/**
 * Re-sequencing proposal for one terminal strip: a new order, with barrier (or spare)
 * positions, that removes the exposures the order causes (neighbour and bridge reach, counted
 * by the mapping's own rules) while moving as few terminals as possible.
 *
 * Units. Terminals that must stay together move as one unit: the levels of a multi-level block
 * (same block id, or same position), and the members of a bridge group (a jumper or comb).
 * A unit keeps its inner order; its positions close up (a comb is re-cut to fit).
 *
 * Cost. A terminal is "moved" when it is lifted and landed elsewhere in the order: the
 * terminals outside the heaviest common subsequence of the old and new unit orders. Sliding a
 * terminal along the rail to make room for a plate is not a move. Each added separator costs
 * `separatorCost` moved terminals (default 2: our own judgement, common practice, no source).
 *
 * Search (deterministic). For any order, the fewest separators that break every exposure
 * between different units is an interval-stabbing problem, solved exactly by the greedy
 * earliest-right-end rule. So every order can reach the minimum possible count (the
 * exposures inside units, which no order changes); the search minimises the cost over: the
 * original order; every "group by class" order (inputs on one side, hazards on the other,
 * neutral units left where they are relative to a cut); then single-unit relocations while
 * they lower the cost. The proposal is checked with the mapping's rules and falls back to the
 * original order if it would not lower the count.
 */
import { isHazard, isTargetClass } from '../exposure/hazard';
import { stripOrderExposures } from '../exposure/strip-count';
import type { TerminalSnapshot } from '../exposure/types';

export type Separator = 'barrier' | 'spare';

export interface ResequenceOptions {
  /** What to insert between groups: a barrier plate (one position) or three spare positions. */
  separator?: Separator;
  /** Cost of one added separator in moved terminals (default 2). */
  separatorCost?: number;
}

export type ProposedSlot =
  | {
      kind: 'terminal';
      position: number;
      terminalId: string;
      label: string;
      level: number | null;
      fromPosition: number;
    }
  | { kind: 'barrier' | 'spare'; position: number; added: true };

export interface ResequenceMove {
  terminalId: string;
  label: string;
  from: number;
  to: number;
}

export interface ResequenceProposal {
  stripId: string;
  changed: boolean;
  before: { exposures: number };
  after: { exposures: number };
  /** Terminals lifted and landed elsewhere in the order. */
  moves: ResequenceMove[];
  /** Every terminal whose position number changes (moved or slid along the rail). */
  renumbered: ResequenceMove[];
  addedSeparators: { kind: Separator; position: number }[];
  /** The proposed strip, position by position (levels of a block share a position). */
  order: ProposedSlot[];
  note: string;
}

/** Spare positions that make one spare separator: distance 4 is beyond neighbour reach (3). */
const SPARE_WIDTH = 3;

interface Unit {
  index: number;
  terminals: TerminalSnapshot[];
  /** Offset of each terminal's position inside the unit (gaps closed up). */
  offsets: Map<string, number>;
  width: number;
  weight: number;
  hasHazard: boolean;
  hasTarget: boolean;
}

function buildUnits(terminals: readonly TerminalSnapshot[]): Unit[] {
  const parent = new Map<string, string>();
  const find = (x: string): string => {
    let r = x;
    while (parent.get(r) !== r) r = parent.get(r)!;
    let y = x;
    while (parent.get(y) !== r) {
      const next = parent.get(y)!;
      parent.set(y, r);
      y = next;
    }
    return r;
  };
  const union = (a: string, b: string) => {
    const ra = find(a);
    const rb = find(b);
    if (ra !== rb) parent.set(ra < rb ? rb : ra, ra < rb ? ra : rb);
  };
  const firstBy = new Map<string, string>();
  for (const t of terminals) parent.set(t.id, t.id);
  for (const t of terminals) {
    const keys = [`p\u0000${t.position}`];
    if (t.blockId != null && t.blockId !== '') keys.push(`k\u0000${t.blockId}`);
    if (t.bridgeGroup != null && t.bridgeGroup !== '') keys.push(`b\u0000${t.bridgeGroup}`);
    for (const k of keys) {
      const first = firstBy.get(k);
      if (first === undefined) firstBy.set(k, t.id);
      else union(first, t.id);
    }
  }
  const groups = new Map<string, TerminalSnapshot[]>();
  for (const t of terminals) {
    const r = find(t.id);
    const list = groups.get(r);
    if (list) list.push(t);
    else groups.set(r, [t]);
  }
  const units = [...groups.values()].map((list) => {
    list.sort(
      (a, b) =>
        a.position - b.position || (a.level ?? 0) - (b.level ?? 0) || (a.id < b.id ? -1 : 1),
    );
    const positions = [...new Set(list.map((t) => t.position))].sort((a, b) => a - b);
    const rank = new Map(positions.map((p, i) => [p, i]));
    return {
      index: 0,
      terminals: list,
      offsets: new Map(list.map((t) => [t.id, rank.get(t.position)!])),
      width: positions.length,
      weight: list.length,
      hasHazard: list.some(isHazard),
      hasTarget: list.some(isTargetClass),
      firstPosition: positions[0]!,
      firstId: list[0]!.id,
    };
  });
  units.sort((a, b) => a.firstPosition - b.firstPosition || (a.firstId < b.firstId ? -1 : 1));
  units.forEach((u, i) => (u.index = i));
  return units;
}

function place(
  units: Unit[],
  order: readonly number[],
  cuts: ReadonlySet<number>,
  start: number,
  separator: Separator,
) {
  const placed: TerminalSnapshot[] = [];
  /** placed plus the added separators as terminals, for recounting. */
  const strip: TerminalSnapshot[] = [];
  const slots: ProposedSlot[] = [];
  const stripId = units[0]?.terminals[0]?.stripId ?? '';
  const itemOf = new Map<string, number>();
  let pos = start;
  order.forEach((u, item) => {
    const unit = units[u]!;
    for (const t of unit.terminals) {
      const position = pos + unit.offsets.get(t.id)!;
      const moved = { ...t, position };
      placed.push(moved);
      strip.push(moved);
      itemOf.set(t.id, item);
      slots.push({
        kind: 'terminal',
        position,
        terminalId: t.id,
        label: t.label,
        level: t.level ?? null,
        fromPosition: t.position,
      });
    }
    pos += unit.width;
    if (cuts.has(item)) {
      if (separator === 'barrier') {
        slots.push({ kind: 'barrier', position: pos, added: true });
        strip.push({
          id: `\u0000added-${pos}`,
          stripId,
          position: pos,
          label: 'added barrier',
          circuitClass: 'barrier',
        });
        pos += 1;
      } else {
        for (let k = 0; k < SPARE_WIDTH; k++)
          slots.push({ kind: 'spare', position: pos + k, added: true });
        pos += SPARE_WIDTH;
      }
    }
  });
  return { placed, strip, slots, itemOf };
}

/** Fewest gaps that separate every exposed pair of different items (greedy stabbing, exact). */
function stab(units: Unit[], order: readonly number[], start: number): number[] {
  const { placed, itemOf } = place(units, order, new Set(), start, 'barrier');
  const intervals: [number, number][] = [];
  for (const p of stripOrderExposures(placed)) {
    const a = itemOf.get(p.targetId)!;
    const b = itemOf.get(p.hazardId)!;
    if (a !== b) intervals.push([Math.min(a, b), Math.max(a, b) - 1]);
  }
  intervals.sort((x, y) => x[1] - y[1] || x[0] - y[0]);
  const cuts: number[] = [];
  let last = -1;
  for (const [lo, hi] of intervals) {
    if (last >= lo && last <= hi) continue;
    last = hi;
    cuts.push(hi);
  }
  return cuts;
}

/** Units (by index) kept in place: the heaviest common subsequence of old and new orders. */
function keptUnits(units: Unit[], order: readonly number[]): Set<number> {
  // Old order is 0…n−1, so the common subsequence is the heaviest increasing subsequence.
  const n = order.length;
  const best = new Array<number>(n).fill(0);
  const prev = new Array<number>(n).fill(-1);
  let top = -1;
  for (let i = 0; i < n; i++) {
    best[i] = units[order[i]!]!.weight;
    for (let j = 0; j < i; j++) {
      if (order[j]! < order[i]! && best[j]! + units[order[i]!]!.weight > best[i]!) {
        best[i] = best[j]! + units[order[i]!]!.weight;
        prev[i] = j;
      }
    }
    if (top < 0 || best[i]! > best[top]!) top = i;
  }
  const kept = new Set<number>();
  for (let i = top; i >= 0; i = prev[i]!) kept.add(order[i]!);
  return kept;
}

function movedWeight(units: Unit[], order: readonly number[]): number {
  const kept = keptUnits(units, order);
  let w = 0;
  for (const u of order) if (!kept.has(u)) w += units[u]!.weight;
  return w;
}

export function proposeResequence(
  terminals: readonly TerminalSnapshot[],
  options: ResequenceOptions = {},
): ResequenceProposal {
  const separator = options.separator ?? 'barrier';
  const separatorCost = options.separatorCost ?? 2;
  if (separator !== 'barrier' && separator !== 'spare')
    throw new RangeError(`separator must be "barrier" or "spare", got ${String(separator)}`);
  if (!Number.isFinite(separatorCost) || separatorCost < 0)
    throw new RangeError(`separatorCost must be a finite number ≥ 0, got ${separatorCost}`);
  const stripId = terminals[0]?.stripId ?? '';
  for (const t of terminals) {
    if (t.stripId !== stripId)
      throw new RangeError(
        `terminal ${t.label} is on strip ${t.stripId}, not ${stripId}: propose one strip at a time`,
      );
    if (!Number.isInteger(t.position))
      throw new RangeError(
        `terminal ${t.label}: position must be a whole number, got ${t.position}`,
      );
  }
  const before = stripOrderExposures(terminals).length;
  const identity = (note: string): ResequenceProposal => ({
    stripId,
    changed: false,
    before: { exposures: before },
    after: { exposures: before },
    moves: [],
    renumbered: [],
    addedSeparators: [],
    order: [...terminals]
      .sort(
        (a, b) =>
          a.position - b.position || (a.level ?? 0) - (b.level ?? 0) || (a.id < b.id ? -1 : 1),
      )
      .map((t) => ({
        kind: 'terminal',
        position: t.position,
        terminalId: t.id,
        label: t.label,
        level: t.level ?? null,
        fromPosition: t.position,
      })),
    note,
  });
  if (before === 0) return identity('no exposure caused by the order of this strip');

  const units = buildUnits(terminals);
  const start = Math.min(...terminals.map((t) => t.position));
  const n = units.length;

  const evaluate = (order: number[]) => {
    const cuts = stab(units, order, start);
    return { order, cuts, cost: movedWeight(units, order) + separatorCost * cuts.length };
  };
  let best = evaluate(units.map((u) => u.index));
  const consider = (order: number[]) => {
    const c = evaluate(order);
    if (c.cost < best.cost || (c.cost === best.cost && c.cuts.length < best.cuts.length)) best = c;
  };

  // Group by class: one side inputs, other side hazards; neutral and mixed units by a cut.
  for (const inputsFirst of [true, false]) {
    for (let cut = 0; cut <= n; cut++) {
      const first: number[] = [];
      const second: number[] = [];
      for (const u of units) {
        const pure = u.hasHazard !== u.hasTarget;
        const goesFirst = pure ? (inputsFirst ? u.hasTarget : u.hasHazard) : u.index < cut;
        (goesFirst ? first : second).push(u.index);
      }
      consider([...first, ...second]);
    }
  }

  // Single-unit relocations while they lower the cost.
  for (let round = 0; round < n; round++) {
    const current = best;
    for (let i = 0; i < current.order.length; i++) {
      const u = current.order[i]!;
      if (!units[u]!.hasHazard && !units[u]!.hasTarget) continue;
      const rest = current.order.filter((_, k) => k !== i);
      const gaps = new Set<number>([0, rest.length]);
      if (rest.length <= 60) for (let g = 0; g <= rest.length; g++) gaps.add(g);
      else
        for (const c of current.cuts)
          for (const g of [c, c + 1, c + 2]) if (g <= rest.length) gaps.add(g);
      for (const g of [...gaps].sort((a, b) => a - b)) {
        if (g === i) continue;
        consider([...rest.slice(0, g), u, ...rest.slice(g)]);
      }
    }
    if (best === current) break;
  }

  const cutSet = new Set(best.cuts);
  const { placed, strip, slots } = place(units, best.order, cutSet, start, separator);
  const after = stripOrderExposures(strip).length;
  if (after >= before)
    return identity('no order with fewer exposures was found; the strip is left as it is');

  const kept = keptUnits(units, best.order);
  const newPosition = new Map(placed.map((t) => [t.id, t.position]));
  const movedIds = new Set(
    best.order.filter((u) => !kept.has(u)).flatMap((u) => units[u]!.terminals.map((t) => t.id)),
  );
  const moves: ResequenceMove[] = [];
  const renumbered: ResequenceMove[] = [];
  for (const s of slots) {
    if (s.kind !== 'terminal') continue;
    const m = {
      terminalId: s.terminalId,
      label: s.label,
      from: s.fromPosition,
      to: newPosition.get(s.terminalId)!,
    };
    if (movedIds.has(s.terminalId)) moves.push(m);
    if (m.from !== m.to) renumbered.push(m);
  }
  const addedSeparators = slots
    .filter((s): s is Extract<ProposedSlot, { added: true }> => s.kind !== 'terminal')
    .map((s) => ({ kind: s.kind, position: s.position }));
  const note =
    after === 0
      ? `removes every order-caused exposure: ${moves.length} terminal(s) moved, ${best.cuts.length} ${separator === 'barrier' ? 'barrier(s)' : 'spare group(s)'} added`
      : `${after} exposure(s) remain inside blocks or bridge groups that move as one unit`;
  return {
    stripId,
    changed: true,
    before: { exposures: before },
    after: { exposures: after },
    moves,
    renumbered,
    addedSeparators,
    order: slots,
    note,
  };
}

_ _ _ _ _ _ _

:: DESCRIPTION OF THE TASK ::
Show all lines from the listing above in which "changed" appears.

:: YOUR RESPONSE ::
  changed: boolean;
    changed: false,
    changed: true,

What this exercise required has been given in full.